-- Opening Marker --

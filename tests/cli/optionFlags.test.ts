import { readdirSync, readFileSync, statSync } from "node:fs";
import { join } from "node:path";
import type { Command } from "commander";
import { describe, expect, it } from "vitest";
import { InputError } from "../../src/errors.js";
import { normalizeWelchOptions } from "../../src/estimate/spectral/welchOptions.js";
import { asCliError, inFlags, OPTION_FLAGS } from "../../src/cli/optionFlags.js";
import { buildProgram, runCli } from "../../src/cli/main.js";

/** Library sources: everything under src/ but the CLI and the queue edge. */
function librarySources(dir = "src"): string[] {
  return readdirSync(dir).flatMap((f) => {
    const p = join(dir, f);
    if (statSync(p).isDirectory())
      return p === join("src", "cli") || p === join("src", "queue") ? [] : librarySources(p);
    return p.endsWith(".ts") ? [p] : [];
  });
}

/** Every long flag of a command and of its subcommands. */
function flagsOf(cmd: Command): string[] {
  return [...cmd.options.flatMap((o) => (o.long ? [o.long] : [])), ...cmd.commands.flatMap(flagsOf)];
}

describe("the library names its own keys; the CLI holds the one table from keys to flags", () => {
  it("a library caller is told the key it passed, a CLI user the flag they typed", async () => {
    let e: unknown;
    try {
      normalizeWelchOptions({ segmentLength: 3 }, 1000);
    } catch (x) {
      e = x;
    }
    expect(e).toBeInstanceOf(InputError);
    expect((e as InputError).message).toMatch(/^option segmentLength: expected a power of two/);
    expect(asCliError(e as InputError).message).toMatch(/^option --segment: expected a power of two/);
    let err = "";
    const code = await runCli(["psd", "samples/kb210-run.wav", "--segment", "3"], {
      stdout: () => undefined,
      stderr: (s) => (err += s),
    });
    expect(code).toBe(2);
    expect(err).toMatch(/option --segment: expected a power of two/);
  });
  it("texts name keys in backticks, shown as flags (with the values as the CLI spells them)", () => {
    expect(inFlags("give `csv.sampleRateHz: HZ` with `csv.timeColumn: false`")).toBe(
      "give --rate HZ with --no-time-column",
    );
    expect(inFlags('give `csv.delimiter: ";"` `csv.decimal: ","`')).toBe("give --delimiter ';' --decimal comma");
    expect(inFlags("`fminHz` below `fmaxHz`; `notAKey` stays")).toBe("--fmin below --fmax; `notAKey` stays");
  });
  it("every option a library error names is a key of the table, never a flag, and no library error text spells a flag", () => {
    const flagsInLibrary: string[] = [];
    const unknownKeys: string[] = [];
    for (const f of librarySources()) {
      // report/writeAtomic.ts passes on the option its caller (the CLI) names for the output.
      if (f.endsWith("writeAtomic.ts")) continue;
      readFileSync(f, "utf8")
        .split("\n")
        .forEach((line, i) => {
          if (/^\s*(\/\/|\*|\/\*\*)/.test(line)) return;
          for (const m of line.matchAll(/option: "([^"]+)"/g))
            if (!(m[1]! in OPTION_FLAGS)) unknownKeys.push(`${f}:${i + 1} ${m[1]}`);
          if (/InputError\(|hint:|expected:|received:/.test(line) && /["`'][^"`']*--[a-z][a-z-]+/.test(line))
            flagsInLibrary.push(`${f}:${i + 1}`);
          for (const m of line.matchAll(/\\?`([a-z][A-Za-z.]*)(?:: [^`\\]+)?\\?`/g)) {
            if (/InputError\(|hint:|expected:|received:|missing\.push/.test(line) && !(m[1]! in OPTION_FLAGS))
              unknownKeys.push(`${f}:${i + 1} \`${m[1]}\``);
          }
        });
    }
    expect(unknownKeys).toEqual([]);
    expect(flagsInLibrary).toEqual([]);
  });
  it("every flag the table maps a key to is an option of some command (buildProgram's)", () => {
    const flags = new Set(flagsOf(buildProgram({ stdout: () => undefined, stderr: () => undefined })));
    const missing = Object.entries(OPTION_FLAGS)
      .filter(([, flag]) => !flags.has(flag))
      .map(([key, flag]) => `${key} -> ${flag}`);
    expect(missing).toEqual([]);
  });
});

-- Closing Marker --

(Description of the task)
Up to and including the line with "expect(e).toBeInstanceOf(InputError);", reproduce the material above exactly as it appears, starting from its first line.

(Solution to this task)
filename tests/cli/optionFlags.test.ts
import { readdirSync, readFileSync, statSync } from "node:fs";
import { join } from "node:path";
import type { Command } from "commander";
import { describe, expect, it } from "vitest";
import { InputError } from "../../src/errors.js";
import { normalizeWelchOptions } from "../../src/estimate/spectral/welchOptions.js";
import { asCliError, inFlags, OPTION_FLAGS } from "../../src/cli/optionFlags.js";
import { buildProgram, runCli } from "../../src/cli/main.js";

/** Library sources: everything under src/ but the CLI and the queue edge. */
function librarySources(dir = "src"): string[] {
  return readdirSync(dir).flatMap((f) => {
    const p = join(dir, f);
    if (statSync(p).isDirectory())
      return p === join("src", "cli") || p === join("src", "queue") ? [] : librarySources(p);
    return p.endsWith(".ts") ? [p] : [];
  });
}

/** Every long flag of a command and of its subcommands. */
function flagsOf(cmd: Command): string[] {
  return [...cmd.options.flatMap((o) => (o.long ? [o.long] : [])), ...cmd.commands.flatMap(flagsOf)];
}

describe("the library names its own keys; the CLI holds the one table from keys to flags", () => {
  it("a library caller is told the key it passed, a CLI user the flag they typed", async () => {
    let e: unknown;
    try {
      normalizeWelchOptions({ segmentLength: 3 }, 1000);
    } catch (x) {
      e = x;
    }
    expect(e).toBeInstanceOf(InputError);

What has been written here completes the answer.